• DATASET RECORDS:
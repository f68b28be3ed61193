#include "network/gas_meter.hpp"

#include <gtest/gtest.h>

#include "tests/case_runner.hpp"

namespace stillzone::testing {
namespace {

using network::RunResult;

const network::Balance& balance_of(const RunResult& result, const std::string& name) {
  for (const auto& balance : result.balances) {
    if (balance.name == name) return balance;
  }
  throw std::runtime_error("no balance " + name);
}

/// Methane and hydrogen are all the COD in the gas; hydrogen is some millionths of it. One kmol of
/// methane is 64 kg COD and, with the model's gas constant, R 273.15 / 1.01325 m3.
TEST(GasMeter, OfPulsedOperationCountsTheMethaneThatTheLedgerLosesToTheGas) {
  auto loaded = load_file(STILLZONE_SOURCE_DIR "/cases/pulse_feeding.json");
  ASSERT_NE(loaded, nullptr);
  loaded->the_case.run.until = core::Duration(4.0);
  const RunResult result = run(*loaded);
  ASSERT_EQ(result.headspaces.size(), 1U);
  const double normal_per_kmol = loaded->the_case.kinetics.gas_constant * 273.15 / 1.01325;
  const double methane_cod =
      4.0 * result.headspaces[0].mean_methane_flow_normal / normal_per_kmol * 64.0;
  const double gas_cod = balance_of(result, "COD").gas_out;
  EXPECT_LE(methane_cod, gas_cod);
  EXPECT_NEAR(methane_cod, gas_cod, 1e-3 * gas_cod);
  EXPECT_GT(result.headspaces[0].mean_gas_flow_normal_dry,
            result.headspaces[0].mean_methane_flow_normal);
  EXPECT_GT(result.headspaces[0].mean_gas_flow, result.headspaces[0].mean_gas_flow_normal_dry);
}

TEST(GasMeter, OfASteadyStateReadsTheSteadyFlows) {
  const auto loaded = load_file(STILLZONE_SOURCE_DIR "/cases/ideal_tank.json");
  ASSERT_NE(loaded, nullptr);
  const RunResult result = run(*loaded);
  const auto& gas = result.headspaces.at(0);
  EXPECT_NEAR(gas.mean_gas_flow, gas.gas_flow, 1e-9 * gas.gas_flow);
  EXPECT_NEAR(gas.mean_gas_flow_normal_dry, gas.gas_flow_normal_dry, 1e-9 * gas.gas_flow);
  EXPECT_NEAR(gas.mean_methane_flow_normal, gas.methane_flow_normal, 1e-9 * gas.gas_flow);
}

}  // namespace
}  // namespace stillzone::testing
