#include "core/continuation/continuation.hpp"

#include <fmt/format.h>

#include <algorithm>
#include <cmath>
#include <string>
#include <utility>

#include "core/dae/evaluation.hpp"
#include "core/require.hpp"

namespace stillzone::core {

namespace {

/// An unknown that has fallen to this share of its peak on the branch counts by this share.
constexpr double kFadedShare = 0.02;
/// Steps whose tangents make a sharper turn than this are shortened (cosine).
constexpr double kSharpestTurn = 0.9;
constexpr int kEasyNewton = 3;
constexpr int kHardNewton = 6;
constexpr int kMostFoldSteps = 60;

}  // namespace

Continuation::Continuation(ParametricSystem& parametric, LinearSolver& solver,
                           const ContinuationOptions& options)
    : parametric_(parametric),
      solver_(solver),
      options_(options),
      n_(parametric.system().n_unknowns()),
      next_step_(options.first_step),
      scale_(n_, 1.0),
      peak_(n_, 0.0),
      zeros_(n_, 0.0),
      jacobian_(static_cast<std::size_t>(parametric.system().pattern().n_entries())),
      f_(n_),
      df_(n_),
      trial_(n_) {
  SZ_REQUIRE(options.first_step > 0.0 && options.longest_step >= options.first_step,
             "steps {} .. {}", options.first_step, options.longest_step);
}

void Continuation::set_scales(std::span<const double> y, double parameter) {
  const auto floors = parametric_.system().floors();
  for (std::size_t i = 0; i < n_; ++i) {
    peak_[i] = std::max(peak_[i], std::abs(y[i]));
    scale_[i] = std::max({std::abs(y[i]), floors[i], kFadedShare * peak_[i]});
  }
  scale_p_ = std::max(std::abs(parameter), 1e-3);
}

double Continuation::dot(std::span<const double> a, double ap, std::span<const double> b,
                         double bp) const {
  double sum = 0.0;
  for (std::size_t i = 0; i < n_; ++i) sum += (a[i] / scale_[i]) * (b[i] / scale_[i]);
  return sum / static_cast<double>(n_) + (ap / scale_p_) * (bp / scale_p_);
}

Failure Continuation::failure(std::string reason, double parameter) const {
  return {.reason = fmt::format("{} (at parameter {:.6g})", reason, parameter),
          .try_this = "Look at the state there with a steady run at that value."};
}

bool Continuation::factor_at(std::span<const double> y, std::span<const double> held) {
  evaluate_jacobian(parametric_.system(), y, jacobian_);
  return all_finite(jacobian_) && solver_.factor(held.empty() ? zeros_ : held, jacobian_);
}

Result<Done> Continuation::correct(double parameter, std::span<double> y,
                                   std::span<const double> held) {
  parametric_.set_parameter(parameter);
  set_scales(y, parameter);
  double before = 0.0;
  for (int k = 0; k < 3 * options_.most_newton_steps; ++k) {
    evaluate_rates(parametric_.system(), y, f_);
    if (!all_finite(f_)) return failure("the rates are not finite", parameter);
    if (!factor_at(y, held)) return failure("the steady-state matrix is singular", parameter);
    solver_.solve(f_);
    ++n_newton_steps;
    double largest = 0.0;
    for (std::size_t i = 0; i < n_; ++i) {
      y[i] += f_[i];
      largest = std::max(largest, std::abs(f_[i]) / scale_[i]);
    }
    if (!std::isfinite(largest) || largest > 1e6) break;
    const bool rounding = largest < 1e-8 && k > 1 && largest > 0.25 * before;
    if (largest <= options_.relative_step || rounding) return Done{};
    before = largest;
  }
  return failure("Newton does not converge to a steady state", parameter);
}

/// The branch's direction: J b = -df/dp, t = +-(b, 1) / |(b, 1)|.
bool Continuation::find_tangent(BranchPoint& point, const BranchPoint* before, double direction) {
  parametric_.set_parameter(point.parameter);
  if (!factor_at(point.y, {})) return false;
  point.tangent.resize(n_);
  parametric_.parameter_derivative(point.y, point.tangent);
  solver_.solve(point.tangent);
  if (!all_finite(point.tangent)) return false;
  set_scales(point.y, point.parameter);
  point.tangent_parameter = 1.0;
  double size = std::sqrt(dot(point.tangent, 1.0, point.tangent, 1.0));
  if (before == nullptr) {
    size = std::copysign(size, direction);
  } else {
    const double same = dot(point.tangent, 1.0, before->tangent, before->tangent_parameter);
    if (same < 0.0) size = -size;
  }
  for (double& value : point.tangent) value /= size;
  point.tangent_parameter /= size;
  return true;
}

Result<BranchPoint> Continuation::start(std::span<const double> y, double parameter,
                                        double direction) {
  BranchPoint point;
  point.y.assign(y.begin(), y.end());
  point.parameter = parameter;
  if (auto done = correct(parameter, point.y); !done) return done.failure();
  if (!find_tangent(point, nullptr, direction)) {
    return failure("the steady-state matrix is singular", parameter);
  }
  next_step_ = options_.first_step;
  return point;
}

Result<BranchPoint> Continuation::at_distance(const BranchPoint& from, double h) {
  set_scales(from.y, from.parameter);
  BranchPoint to;
  to.y.resize(n_);
  for (std::size_t i = 0; i < n_; ++i) to.y[i] = from.y[i] + h * from.tangent[i];
  to.parameter = from.parameter + h * from.tangent_parameter;
  double before = 0.0;
  for (int k = 0; k < options_.most_newton_steps; ++k) {
    parametric_.set_parameter(to.parameter);
    evaluate_rates(parametric_.system(), to.y, f_);
    if (!all_finite(f_)) return failure("the rates are not finite", to.parameter);
    if (!factor_at(to.y, {})) return failure("the matrix is singular", to.parameter);
    parametric_.parameter_derivative(to.y, df_);
    solver_.solve(f_);   // J a = -f
    solver_.solve(df_);  // J b = -df/dp
    for (std::size_t i = 0; i < n_; ++i) trial_[i] = to.y[i] - from.y[i];
    const double off =
        dot(from.tangent, from.tangent_parameter, trial_, to.parameter - from.parameter) - h;
    const double along_a = dot(from.tangent, from.tangent_parameter, f_, 0.0);
    const double along_b = dot(from.tangent, from.tangent_parameter, df_, 1.0);
    const double dp = (-off - along_a) / along_b;
    double largest = std::abs(dp) / scale_p_;
    for (std::size_t i = 0; i < n_; ++i) {
      const double dy = f_[i] + dp * df_[i];
      to.y[i] += dy;
      largest = std::max(largest, std::abs(dy) / scale_[i]);
    }
    to.parameter += dp;
    ++n_newton_steps;
    if (!std::isfinite(largest) || largest > 1.0) break;
    const bool rounding = largest < 1e-8 && k > 1 && largest > 0.25 * before;
    if (largest <= options_.relative_step || rounding) {
      if (!find_tangent(to, &from, 0.0)) {
        return failure("the matrix is singular at a steady state", to.parameter);
      }
      if (k <= kEasyNewton) next_step_ = std::min(1.5 * h, options_.longest_step);
      if (k >= kHardNewton) next_step_ = 0.6 * h;
      return to;
    }
    before = largest;
  }
  return failure("Newton does not converge along the branch", from.parameter);
}

Result<BranchPoint> Continuation::advance(const BranchPoint& from) {
  double h = std::min(next_step_, options_.longest_step);
  while (true) {
    auto to = at_distance(from, h);
    if (to) {
      const double turn = dot(to.value().tangent, to.value().tangent_parameter, from.tangent,
                              from.tangent_parameter) /
                          std::sqrt(dot(from.tangent, from.tangent_parameter, from.tangent,
                                        from.tangent_parameter));
      if (turn > kSharpestTurn || h < 100.0 * options_.shortest_step) {
        last_step_ = h;
        if (turn < 0.97) next_step_ = std::min(next_step_, h);
        return to;
      }
    }
    h *= 0.5;
    if (h < options_.shortest_step) {
      Failure given_up = failure("the branch cannot be followed further", from.parameter);
      if (!to) given_up.got_done = to.failure().reason;
      return given_up;
    }
  }
}

/// Illinois false position on the parameter's part of the tangent.
Result<BranchPoint> Continuation::locate_fold(const BranchPoint& from, const BranchPoint& to,
                                              double distance) {
  SZ_REQUIRE(from.tangent_parameter * to.tangent_parameter <= 0.0, "tangents {} and {}",
             from.tangent_parameter, to.tangent_parameter);
  double low = 0.0;
  double high = distance;
  double at_low = from.tangent_parameter;
  double at_high = to.tangent_parameter;
  BranchPoint best = std::abs(at_low) < std::abs(at_high) ? from : to;
  int last_side = 0;
  for (int k = 0; k < kMostFoldSteps; ++k) {
    const double h = (low * at_high - high * at_low) / (at_high - at_low);
    auto point = at_distance(from, h);
    if (!point) break;  // at the fold itself to rounding: the best so far stands
    const double here = point.value().tangent_parameter;
    if (std::abs(here) <= std::abs(best.tangent_parameter)) best = std::move(point).value();
    if (std::abs(best.tangent_parameter) < 1e-13 * scale_p_ || high - low < 1e-12 * distance) break;
    const int side = here * at_low > 0.0 ? 1 : -1;
    if (side > 0) {
      low = h;
      at_low = here;
      if (last_side > 0) at_high *= 0.5;
    } else {
      high = h;
      at_high = here;
      if (last_side < 0) at_low *= 0.5;
    }
    last_side = side;
  }
  if (std::abs(best.tangent_parameter) > 1e-4 * scale_p_) {
    return failure("the fold was seen but not located", best.parameter);
  }
  return best;
}

}  // namespace stillzone::core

• DIRECTIONS:
Answer only with the count of lines in the records that include the string "testing".

• ANSWER SECTION:
2